▸ What is being asked:
Retype every record that follows, character for character.

Collected data entries
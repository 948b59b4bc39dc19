"""The faults of the demo market: planted where the record says, and nowhere else."""

from __future__ import annotations

import numpy as np
import pandas as pd
import pytest
from hypothesis import given, settings
from hypothesis import strategies as st
from tests.unit.demo_examples import (
    LISTED_FAULTS,
    clean_rows,
)

from lineproof.demo import faults, make_demo

LINE = "000417,1987-03-31,-0.012300,,,12.500,250.000,retail"


@pytest.mark.parametrize(
    ("kind", "raw"),
    [
        ("too many fields", "000417,1987-03-31,-0.012300,,,12.500,250.000,retail,revised"),
        ("decimal comma", "000417,1987-03-31,-0,012300,,,12.500,250.000,retail"),
        ("too few fields", "000417,1987-03-31,-0.012300,,"),
        ("trailing blanks", "000417,1987-03-31,-0.012300,,,12.500,250.000,retail   "),
        ("impossible day", "000417,1987-02-30,-0.012300,,,12.500,250.000,retail"),
        ("text as price", "000417,1987-03-31,-0.012300,,,see note,250.000,retail"),
        ("overflow", "000417,1987-03-31,1e400,,,12.500,250.000,retail"),
        ("blanks around", " 000417 ,1987-03-31,-0.012300,,,12.500,250.000,retail"),
        ("blank identifier", ",1987-03-31,-0.012300,,,12.500,250.000,retail"),
        ("negative", "000417,1987-03-31,-0.012300,,,12.500,-12.500,retail"),
    ],
)
def test_a_spoilt_line_by_hand(kind: str, raw: str) -> None:
    spoil = next(fault.spoil for fault in faults.INSIDE if fault.kind == kind)
    spoilt = spoil([LINE, "next"])
    assert spoilt.lines == [raw, "next"]
    assert spoilt.marks == ((0, 0),)


def test_spoilt_stretches_by_hand() -> None:
    stretch = [f"a,2001-0{month}-28,0.010000,,,{month}.000,9.000,x" for month in range(1, 7)]
    assert faults.repeat(stretch).lines == [stretch[0], *stretch]
    assert faults.contradict(stretch).lines[:2] == [
        stretch[0], "a,2001-01-28,0.060000,,,1.000,9.000,x",
    ]  # fmt: skip
    assert faults.hole(2)(stretch).lines == [stretch[0], *stretch[3:]]
    assert faults.hole(2)(stretch).marks == ((1, 3),)
    assert faults.stale(2)(stretch).lines == [
        stretch[0],
        "a,2001-02-28,0.000000,,,1.000,9.000,x",
        "a,2001-03-28,0.000000,,,1.000,9.000,x",
        *stretch[3:],
    ]
    assert faults.jump(stretch).lines == [
        stretch[0],
        "a,2001-02-28,4.000000,,,5.000,9.000,x",
        "a,2001-03-28,-0.800000,,,1.000,9.000,x",
        *stretch[3:],
    ]


def test_every_fault_is_planted_where_the_record_says(
    market: dict[str, str | pd.DataFrame],
) -> None:
    lines = market["returns.csv"].splitlines()
    record = market["truth_faults"]
    assert set(record["fault"]) == LISTED_FAULTS
    kinds = {(fault.number, fault.kind) for fault in (*faults.INSIDE, *faults.AT_EXIT)}
    assert set(zip(record["fault"], record["kind"], strict=True)) == kinds
    assert record["line"].is_monotonic_increasing
    assert record["line"].is_unique
    assert record["raw"].tolist() == [lines[line - 1] for line in record["line"]]


def test_spoilt_lines_show_their_fault(market: dict[str, str | pd.DataFrame]) -> None:
    lines = [line.split(",") for line in market["returns.csv"].splitlines()]
    for row in market["truth_faults"].itertuples():
        at = row.line - 1
        assert SHOWS[row.fault](lines[at - 1 : at + 4], row), row
        if row.fault not in {5, 8, 23}:
            assert lines[at][:2] == [row.security, row.date]


# What shows each fault, given the fields of the line before it, of its own and of three more.
SHOWS = {
    5: lambda near, row: len(near[1]) != 8,
    7: lambda near, row: row.raw != row.raw.rstrip(),
    8: lambda near, row: near[1][1] in {row.date[:4] + "-02-30", "9999-12-31"},
    12: lambda near, row: near[1][2] in {"", "NA", "-99"},
    13: lambda near, row: near[1][2] == "halted" or near[1][5] == "see note",
    14: lambda near, row: near[1][2] in {"inf", "nan", "1e400"},
    15: lambda near, row: near[1][2] in {"-66", "-77", "-88", "-1.400000"},
    16: lambda near, row: "-1.000000" in near[1][2:4],
    19: lambda near, row: near[1][:2] in (near[0][:2], near[2][:2]),
    20: lambda near, row: near[0][0] == near[1][0] and months_apart(near[0][1], row.date) > 1,
    21: lambda near, row: [fields[2] for fields in near[1:]] == ["0.000000"] * 4,
    22: lambda near, row: (near[1][2], near[2][2]) == ("4.000000", "-0.800000"),
    23: lambda near, row: near[1][0] in {"", f" {row.security} "},
    24: lambda near, row: near[1][6] in {"", "0", "-12.500"},
    25: lambda near, row: near[1][4] != "" and near[1][3] == "",
}


def months_apart(earlier: str, later: str) -> int:
    return (pd.Period(later, "M") - pd.Period(earlier, "M")).n


def test_nothing_is_wrong_but_what_is_recorded(market: dict[str, str | pd.DataFrame]) -> None:
    """Undoing the record leaves exactly the truth's rows."""
    assert clean_rows(market)["ret"].between(-0.99, 3.0).all()
    record, truth = market["truth_faults"], market["truth_betas"]
    unreadable = record[record["fault"].isin({5, 8, 19, 23})]
    lines = market["returns.csv"].splitlines()[1:]
    kept = [line.split(",")[:2] for line in np.delete(lines, unreadable["line"] - 2).tolist()]
    assert len(kept) == len(set(map(tuple, kept)))
    restored = unreadable[["security", "date"]].itertuples(index=False, name=None)
    found = {*map(tuple, kept), *restored}
    listed = set(truth[["security", "date"]].itertuples(index=False, name=None))
    assert found <= listed
    in_holes = record["kind"].map({"hole of 1": 1, "hole of 4": 4}).fillna(0).sum()
    assert len(listed) - len(found) == in_holes


def test_faults_grow_with_the_market(
    large: dict[str, str | pd.DataFrame], small: dict[str, str | pd.DataFrame]
) -> None:
    counts = large["truth_faults"]["fault"].value_counts()
    n_lines = len(large["truth_betas"])
    assert counts[12] == round(faults.RATE * n_lines)
    assert counts[22] == round(faults.RARE * n_lines)
    assert small["truth_faults"]["fault"].value_counts()[22] == 1


@settings(max_examples=12, deadline=None, derandomize=True)
@given(
    n_securities=st.integers(40, 90),
    n_months=st.integers(60, 150),
    seed=st.integers(0, 2**32 - 1),
)
def test_any_small_market_is_sound(n_securities: int, n_months: int, seed: int) -> None:
    first = pd.Period("1990-03", "M")
    demo = make_demo(
        n_securities=n_securities, first=str(first), last=str(first + n_months - 1), seed=seed
    )
    lines = demo["returns.csv"].splitlines()
    record = demo["truth_faults"]
    assert set(record["fault"]) == LISTED_FAULTS
    assert record["raw"].tolist() == [lines[line - 1] for line in record["line"]]
    assert demo["truth_betas"]["security"].nunique() == n_securities
    assert demo["truth_betas"]["residual_sd"].min() > 0
    assert len(demo["truth_eras"]) == 4
    assert demo["market.csv"].count("\n") == n_months + 1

▸ Final answer:
repository 948b59b4bc39dc19
"""The faults of the demo market: planted where the record says, and nowhere else."""

from __future__ import annotations

import numpy as np
import pandas as pd
import pytest
from hypothesis import given, settings
from hypothesis import strategies as st
from tests.unit.demo_examples import (
    LISTED_FAULTS,
    clean_rows,
)

from lineproof.demo import faults, make_demo

LINE = "000417,1987-03-31,-0.012300,,,12.500,250.000,retail"


@pytest.mark.parametrize(
    ("kind", "raw"),
    [
        ("too many fields", "000417,1987-03-31,-0.012300,,,12.500,250.000,retail,revised"),
        ("decimal comma", "000417,1987-03-31,-0,012300,,,12.500,250.000,retail"),
        ("too few fields", "000417,1987-03-31,-0.012300,,"),
        ("trailing blanks", "000417,1987-03-31,-0.012300,,,12.500,250.000,retail   "),
        ("impossible day", "000417,1987-02-30,-0.012300,,,12.500,250.000,retail"),
        ("text as price", "000417,1987-03-31,-0.012300,,,see note,250.000,retail"),
        ("overflow", "000417,1987-03-31,1e400,,,12.500,250.000,retail"),
        ("blanks around", " 000417 ,1987-03-31,-0.012300,,,12.500,250.000,retail"),
        ("blank identifier", ",1987-03-31,-0.012300,,,12.500,250.000,retail"),
        ("negative", "000417,1987-03-31,-0.012300,,,12.500,-12.500,retail"),
    ],
)
def test_a_spoilt_line_by_hand(kind: str, raw: str) -> None:
    spoil = next(fault.spoil for fault in faults.INSIDE if fault.kind == kind)
    spoilt = spoil([LINE, "next"])
    assert spoilt.lines == [raw, "next"]
    assert spoilt.marks == ((0, 0),)


def test_spoilt_stretches_by_hand() -> None:
    stretch = [f"a,2001-0{month}-28,0.010000,,,{month}.000,9.000,x" for month in range(1, 7)]
    assert faults.repeat(stretch).lines == [stretch[0], *stretch]
    assert faults.contradict(stretch).lines[:2] == [
        stretch[0], "a,2001-01-28,0.060000,,,1.000,9.000,x",
    ]  # fmt: skip
    assert faults.hole(2)(stretch).lines == [stretch[0], *stretch[3:]]
    assert faults.hole(2)(stretch).marks == ((1, 3),)
    assert faults.stale(2)(stretch).lines == [
        stretch[0],
        "a,2001-02-28,0.000000,,,1.000,9.000,x",
        "a,2001-03-28,0.000000,,,1.000,9.000,x",
        *stretch[3:],
    ]
    assert faults.jump(stretch).lines == [
        stretch[0],
        "a,2001-02-28,4.000000,,,5.000,9.000,x",
        "a,2001-03-28,-0.800000,,,1.000,9.000,x",
        *stretch[3:],
    ]


def test_every_fault_is_planted_where_the_record_says(
    market: dict[str, str | pd.DataFrame],
) -> None:
    lines = market["returns.csv"].splitlines()
    record = market["truth_faults"]
    assert set(record["fault"]) == LISTED_FAULTS
    kinds = {(fault.number, fault.kind) for fault in (*faults.INSIDE, *faults.AT_EXIT)}
    assert set(zip(record["fault"], record["kind"], strict=True)) == kinds
    assert record["line"].is_monotonic_increasing
    assert record["line"].is_unique
    assert record["raw"].tolist() == [lines[line - 1] for line in record["line"]]


def test_spoilt_lines_show_their_fault(market: dict[str, str | pd.DataFrame]) -> None:
    lines = [line.split(",") for line in market["returns.csv"].splitlines()]
    for row in market["truth_faults"].itertuples():
        at = row.line - 1
        assert SHOWS[row.fault](lines[at - 1 : at + 4], row), row
        if row.fault not in {5, 8, 23}:
            assert lines[at][:2] == [row.security, row.date]


# What shows each fault, given the fields of the line before it, of its own and of three more.
SHOWS = {
    5: lambda near, row: len(near[1]) != 8,
    7: lambda near, row: row.raw != row.raw.rstrip(),
    8: lambda near, row: near[1][1] in {row.date[:4] + "-02-30", "9999-12-31"},
    12: lambda near, row: near[1][2] in {"", "NA", "-99"},
    13: lambda near, row: near[1][2] == "halted" or near[1][5] == "see note",
    14: lambda near, row: near[1][2] in {"inf", "nan", "1e400"},
    15: lambda near, row: near[1][2] in {"-66", "-77", "-88", "-1.400000"},
    16: lambda near, row: "-1.000000" in near[1][2:4],
    19: lambda near, row: near[1][:2] in (near[0][:2], near[2][:2]),
    20: lambda near, row: near[0][0] == near[1][0] and months_apart(near[0][1], row.date) > 1,
    21: lambda near, row: [fields[2] for fields in near[1:]] == ["0.000000"] * 4,
    22: lambda near, row: (near[1][2], near[2][2]) == ("4.000000", "-0.800000"),
    23: lambda near, row: near[1][0] in {"", f" {row.security} "},
    24: lambda near, row: near[1][6] in {"", "0", "-12.500"},
    25: lambda near, row: near[1][4] != "" and near[1][3] == "",
}


def months_apart(earlier: str, later: str) -> int:
    return (pd.Period(later, "M") - pd.Period(earlier, "M")).n


def test_nothing_is_wrong_but_what_is_recorded(market: dict[str, str | pd.DataFrame]) -> None:
    """Undoing the record leaves exactly the truth's rows."""
    assert clean_rows(market)["ret"].between(-0.99, 3.0).all()
    record, truth = market["truth_faults"], market["truth_betas"]
    unreadable = record[record["fault"].isin({5, 8, 19, 23})]
    lines = market["returns.csv"].splitlines()[1:]
    kept = [line.split(",")[:2] for line in np.delete(lines, unreadable["line"] - 2).tolist()]
    assert len(kept) == len(set(map(tuple, kept)))
    restored = unreadable[["security", "date"]].itertuples(index=False, name=None)
    found = {*map(tuple, kept), *restored}
    listed = set(truth[["security", "date"]].itertuples(index=False, name=None))
    assert found <= listed
    in_holes = record["kind"].map({"hole of 1": 1, "hole of 4": 4}).fillna(0).sum()
    assert len(listed) - len(found) == in_holes


def test_faults_grow_with_the_market(
    large: dict[str, str | pd.DataFrame], small: dict[str, str | pd.DataFrame]
) -> None:
    counts = large["truth_faults"]["fault"].value_counts()
    n_lines = len(large["truth_betas"])
    assert counts[12] == round(faults.RATE * n_lines)
    assert counts[22] == round(faults.RARE * n_lines)
    assert small["truth_faults"]["fault"].value_counts()[22] == 1


@settings(max_examples=12, deadline=None, derandomize=True)
@given(
    n_securities=st.integers(40, 90),
    n_months=st.integers(60, 150),
    seed=st.integers(0, 2**32 - 1),
)
def test_any_small_market_is_sound(n_securities: int, n_months: int, seed: int) -> None:
    first = pd.Period("1990-03", "M")
    demo = make_demo(
        n_securities=n_securities, first=str(first), last=str(first + n_months - 1), seed=seed
    )
    lines = demo["returns.csv"].splitlines()
    record = demo["truth_faults"]
    assert set(record["fault"]) == LISTED_FAULTS
    assert record["raw"].tolist() == [lines[line - 1] for line in record["line"]]
    assert demo["truth_betas"]["security"].nunique() == n_securities
    assert demo["truth_betas"]["residual_sd"].min() > 0
    assert len(demo["truth_eras"]) == 4
    assert demo["market.csv"].count("\n") == n_months + 1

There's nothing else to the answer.